▶ [Exercise objective]:
Give the number of lines in the records below that hold "rotate"; nothing else is needed.

═══ Data for this task

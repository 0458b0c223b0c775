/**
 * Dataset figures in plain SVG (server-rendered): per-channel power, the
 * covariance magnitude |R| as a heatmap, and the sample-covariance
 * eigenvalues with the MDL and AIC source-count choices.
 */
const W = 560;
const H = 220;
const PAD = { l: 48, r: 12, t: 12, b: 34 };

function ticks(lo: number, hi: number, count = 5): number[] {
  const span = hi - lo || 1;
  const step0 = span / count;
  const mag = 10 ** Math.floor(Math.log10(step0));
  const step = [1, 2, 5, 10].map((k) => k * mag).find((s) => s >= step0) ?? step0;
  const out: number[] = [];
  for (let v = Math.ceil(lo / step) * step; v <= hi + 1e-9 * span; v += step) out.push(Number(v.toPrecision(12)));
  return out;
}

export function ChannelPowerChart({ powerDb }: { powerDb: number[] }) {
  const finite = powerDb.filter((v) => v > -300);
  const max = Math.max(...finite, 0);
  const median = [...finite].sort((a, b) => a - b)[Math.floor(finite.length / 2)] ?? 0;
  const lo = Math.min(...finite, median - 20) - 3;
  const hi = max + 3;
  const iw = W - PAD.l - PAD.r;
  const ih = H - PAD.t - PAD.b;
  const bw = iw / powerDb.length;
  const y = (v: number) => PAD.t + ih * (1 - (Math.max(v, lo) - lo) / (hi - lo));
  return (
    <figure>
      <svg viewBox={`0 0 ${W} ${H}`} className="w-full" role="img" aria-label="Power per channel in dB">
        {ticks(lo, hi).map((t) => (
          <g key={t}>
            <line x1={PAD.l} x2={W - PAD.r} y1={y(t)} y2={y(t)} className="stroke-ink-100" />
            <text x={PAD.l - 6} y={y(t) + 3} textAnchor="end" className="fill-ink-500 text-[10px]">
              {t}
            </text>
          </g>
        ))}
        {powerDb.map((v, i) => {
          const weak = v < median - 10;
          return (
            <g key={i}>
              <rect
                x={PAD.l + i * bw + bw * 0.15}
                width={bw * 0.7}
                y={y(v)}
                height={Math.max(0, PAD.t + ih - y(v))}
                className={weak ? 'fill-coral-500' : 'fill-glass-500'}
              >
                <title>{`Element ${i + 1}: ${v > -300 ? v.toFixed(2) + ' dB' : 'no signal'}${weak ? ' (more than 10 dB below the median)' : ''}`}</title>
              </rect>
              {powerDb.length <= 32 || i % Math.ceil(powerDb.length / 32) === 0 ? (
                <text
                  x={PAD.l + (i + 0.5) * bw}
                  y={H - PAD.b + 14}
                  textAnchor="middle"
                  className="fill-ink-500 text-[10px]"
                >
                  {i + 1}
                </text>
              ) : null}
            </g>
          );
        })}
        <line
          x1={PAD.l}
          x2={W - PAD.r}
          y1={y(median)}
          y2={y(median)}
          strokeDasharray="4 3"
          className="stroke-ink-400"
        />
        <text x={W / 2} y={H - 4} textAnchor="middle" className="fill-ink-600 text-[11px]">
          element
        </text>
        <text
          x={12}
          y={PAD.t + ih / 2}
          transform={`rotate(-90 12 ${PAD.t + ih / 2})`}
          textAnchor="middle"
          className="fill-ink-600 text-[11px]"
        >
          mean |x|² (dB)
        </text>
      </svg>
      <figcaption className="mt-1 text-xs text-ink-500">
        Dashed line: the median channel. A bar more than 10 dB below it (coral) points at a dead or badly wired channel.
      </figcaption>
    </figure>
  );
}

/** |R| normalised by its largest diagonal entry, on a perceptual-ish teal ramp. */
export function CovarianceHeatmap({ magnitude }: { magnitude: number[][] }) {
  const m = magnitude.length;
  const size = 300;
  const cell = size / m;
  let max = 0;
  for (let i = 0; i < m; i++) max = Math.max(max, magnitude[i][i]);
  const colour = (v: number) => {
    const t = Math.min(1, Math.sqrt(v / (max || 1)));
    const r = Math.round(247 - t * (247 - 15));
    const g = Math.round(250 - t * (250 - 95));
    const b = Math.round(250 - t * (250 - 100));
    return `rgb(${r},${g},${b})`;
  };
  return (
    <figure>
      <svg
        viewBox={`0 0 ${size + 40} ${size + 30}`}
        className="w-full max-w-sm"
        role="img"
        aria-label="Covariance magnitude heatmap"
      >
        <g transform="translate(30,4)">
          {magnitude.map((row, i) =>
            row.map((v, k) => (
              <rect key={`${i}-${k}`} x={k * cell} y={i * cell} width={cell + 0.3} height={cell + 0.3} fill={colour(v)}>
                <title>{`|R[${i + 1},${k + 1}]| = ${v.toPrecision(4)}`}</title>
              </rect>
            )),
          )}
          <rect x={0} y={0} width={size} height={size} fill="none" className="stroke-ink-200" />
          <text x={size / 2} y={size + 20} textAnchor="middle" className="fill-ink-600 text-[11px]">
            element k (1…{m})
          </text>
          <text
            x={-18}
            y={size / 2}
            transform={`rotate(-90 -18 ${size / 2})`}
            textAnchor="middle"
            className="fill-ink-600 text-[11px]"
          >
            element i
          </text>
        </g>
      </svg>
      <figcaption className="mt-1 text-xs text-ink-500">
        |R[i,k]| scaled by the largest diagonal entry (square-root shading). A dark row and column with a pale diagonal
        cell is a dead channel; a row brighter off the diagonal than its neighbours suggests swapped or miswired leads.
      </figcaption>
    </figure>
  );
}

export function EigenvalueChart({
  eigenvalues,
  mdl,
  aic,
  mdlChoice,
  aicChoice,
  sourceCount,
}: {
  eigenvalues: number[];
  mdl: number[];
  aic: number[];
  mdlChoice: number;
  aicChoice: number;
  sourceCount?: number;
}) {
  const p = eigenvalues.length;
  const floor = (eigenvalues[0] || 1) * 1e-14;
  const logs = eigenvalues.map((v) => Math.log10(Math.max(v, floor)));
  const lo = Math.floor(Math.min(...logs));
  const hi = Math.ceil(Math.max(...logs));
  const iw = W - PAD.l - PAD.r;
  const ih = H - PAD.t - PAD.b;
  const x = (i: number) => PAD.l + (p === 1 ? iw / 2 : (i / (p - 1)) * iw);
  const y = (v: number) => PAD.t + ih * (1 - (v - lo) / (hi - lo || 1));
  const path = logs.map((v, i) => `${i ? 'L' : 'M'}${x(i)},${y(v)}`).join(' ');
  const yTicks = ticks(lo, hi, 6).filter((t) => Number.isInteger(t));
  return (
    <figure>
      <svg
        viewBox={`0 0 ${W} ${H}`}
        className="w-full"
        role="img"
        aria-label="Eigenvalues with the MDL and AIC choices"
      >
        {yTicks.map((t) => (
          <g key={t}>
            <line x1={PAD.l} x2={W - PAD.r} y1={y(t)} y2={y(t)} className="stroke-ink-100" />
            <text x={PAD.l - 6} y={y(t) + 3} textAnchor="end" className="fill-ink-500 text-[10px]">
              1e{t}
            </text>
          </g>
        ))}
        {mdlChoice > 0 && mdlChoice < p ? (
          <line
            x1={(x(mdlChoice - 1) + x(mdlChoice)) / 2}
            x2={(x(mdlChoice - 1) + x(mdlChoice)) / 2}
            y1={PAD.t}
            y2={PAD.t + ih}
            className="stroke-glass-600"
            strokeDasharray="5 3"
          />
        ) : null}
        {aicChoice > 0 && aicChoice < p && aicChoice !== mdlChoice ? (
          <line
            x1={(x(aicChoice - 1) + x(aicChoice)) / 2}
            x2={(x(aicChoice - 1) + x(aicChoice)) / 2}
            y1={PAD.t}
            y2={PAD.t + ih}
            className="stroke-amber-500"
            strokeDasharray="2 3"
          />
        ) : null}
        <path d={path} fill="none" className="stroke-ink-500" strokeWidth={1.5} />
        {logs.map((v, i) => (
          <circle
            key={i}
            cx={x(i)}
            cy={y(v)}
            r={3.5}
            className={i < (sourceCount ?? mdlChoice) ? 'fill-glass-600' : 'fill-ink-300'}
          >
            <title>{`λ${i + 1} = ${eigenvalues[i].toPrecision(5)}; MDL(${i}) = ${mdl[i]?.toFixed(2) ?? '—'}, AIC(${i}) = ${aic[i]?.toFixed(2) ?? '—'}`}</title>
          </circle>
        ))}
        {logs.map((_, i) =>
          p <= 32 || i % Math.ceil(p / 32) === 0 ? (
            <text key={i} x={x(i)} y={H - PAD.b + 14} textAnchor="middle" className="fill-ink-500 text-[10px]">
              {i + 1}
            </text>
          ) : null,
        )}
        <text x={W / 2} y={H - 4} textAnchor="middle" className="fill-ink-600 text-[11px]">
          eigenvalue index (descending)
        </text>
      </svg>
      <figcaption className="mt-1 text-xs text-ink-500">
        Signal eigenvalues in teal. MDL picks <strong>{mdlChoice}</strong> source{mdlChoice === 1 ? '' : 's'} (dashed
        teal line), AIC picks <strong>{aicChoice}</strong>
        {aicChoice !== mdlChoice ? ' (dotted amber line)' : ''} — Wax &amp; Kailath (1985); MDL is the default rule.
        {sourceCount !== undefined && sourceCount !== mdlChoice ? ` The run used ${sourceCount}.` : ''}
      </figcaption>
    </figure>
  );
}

══════
═══ Data for this task

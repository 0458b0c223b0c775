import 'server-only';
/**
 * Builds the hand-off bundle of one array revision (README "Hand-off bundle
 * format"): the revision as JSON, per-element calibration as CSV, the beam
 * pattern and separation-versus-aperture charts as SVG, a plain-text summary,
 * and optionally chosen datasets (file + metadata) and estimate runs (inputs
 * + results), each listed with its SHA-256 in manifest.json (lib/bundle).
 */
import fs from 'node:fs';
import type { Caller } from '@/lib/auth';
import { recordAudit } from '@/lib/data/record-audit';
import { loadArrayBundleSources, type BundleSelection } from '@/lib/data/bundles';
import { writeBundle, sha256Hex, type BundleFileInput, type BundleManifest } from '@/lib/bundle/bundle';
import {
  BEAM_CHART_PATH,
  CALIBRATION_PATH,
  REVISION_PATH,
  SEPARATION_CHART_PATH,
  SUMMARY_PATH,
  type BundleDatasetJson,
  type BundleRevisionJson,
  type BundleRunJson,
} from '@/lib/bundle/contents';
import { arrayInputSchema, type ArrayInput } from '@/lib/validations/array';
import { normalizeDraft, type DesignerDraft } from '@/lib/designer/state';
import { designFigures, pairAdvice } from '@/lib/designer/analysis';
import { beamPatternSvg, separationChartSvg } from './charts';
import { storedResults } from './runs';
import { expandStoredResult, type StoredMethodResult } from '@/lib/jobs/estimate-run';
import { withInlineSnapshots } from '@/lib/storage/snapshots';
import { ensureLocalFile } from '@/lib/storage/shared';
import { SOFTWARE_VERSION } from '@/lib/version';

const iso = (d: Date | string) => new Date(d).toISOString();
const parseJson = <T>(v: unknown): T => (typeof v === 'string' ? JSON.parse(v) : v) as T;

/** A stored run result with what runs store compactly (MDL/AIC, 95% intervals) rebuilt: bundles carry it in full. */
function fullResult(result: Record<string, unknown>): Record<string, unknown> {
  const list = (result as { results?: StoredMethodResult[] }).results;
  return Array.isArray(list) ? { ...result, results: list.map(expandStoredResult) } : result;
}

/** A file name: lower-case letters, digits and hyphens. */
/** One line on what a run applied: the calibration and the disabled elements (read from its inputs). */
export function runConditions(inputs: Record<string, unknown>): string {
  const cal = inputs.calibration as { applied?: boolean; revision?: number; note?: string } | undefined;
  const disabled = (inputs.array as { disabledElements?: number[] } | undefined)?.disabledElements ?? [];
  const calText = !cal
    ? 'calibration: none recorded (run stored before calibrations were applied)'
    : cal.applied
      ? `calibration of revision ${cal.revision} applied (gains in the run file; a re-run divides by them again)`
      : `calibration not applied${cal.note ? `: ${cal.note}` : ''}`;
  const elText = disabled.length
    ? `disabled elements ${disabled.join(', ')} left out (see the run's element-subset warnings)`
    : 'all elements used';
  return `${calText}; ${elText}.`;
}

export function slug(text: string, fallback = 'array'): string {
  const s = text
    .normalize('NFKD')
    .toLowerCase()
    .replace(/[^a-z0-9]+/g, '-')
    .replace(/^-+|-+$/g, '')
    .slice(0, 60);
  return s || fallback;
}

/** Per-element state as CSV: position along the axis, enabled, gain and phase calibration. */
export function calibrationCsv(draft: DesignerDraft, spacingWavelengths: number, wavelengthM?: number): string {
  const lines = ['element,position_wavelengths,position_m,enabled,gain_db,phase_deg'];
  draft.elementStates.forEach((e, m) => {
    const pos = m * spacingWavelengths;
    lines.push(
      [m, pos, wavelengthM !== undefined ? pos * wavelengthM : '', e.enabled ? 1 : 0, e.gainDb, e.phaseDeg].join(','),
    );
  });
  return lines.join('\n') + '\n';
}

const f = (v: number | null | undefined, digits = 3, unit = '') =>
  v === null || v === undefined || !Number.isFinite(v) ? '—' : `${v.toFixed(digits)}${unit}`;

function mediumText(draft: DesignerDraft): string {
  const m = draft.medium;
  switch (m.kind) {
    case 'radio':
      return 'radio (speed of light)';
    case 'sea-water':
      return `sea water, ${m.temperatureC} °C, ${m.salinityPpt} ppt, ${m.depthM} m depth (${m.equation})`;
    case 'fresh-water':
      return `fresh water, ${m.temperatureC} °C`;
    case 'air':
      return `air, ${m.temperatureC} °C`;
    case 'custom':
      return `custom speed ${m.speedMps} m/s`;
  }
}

══════

▶ [Reply]:
2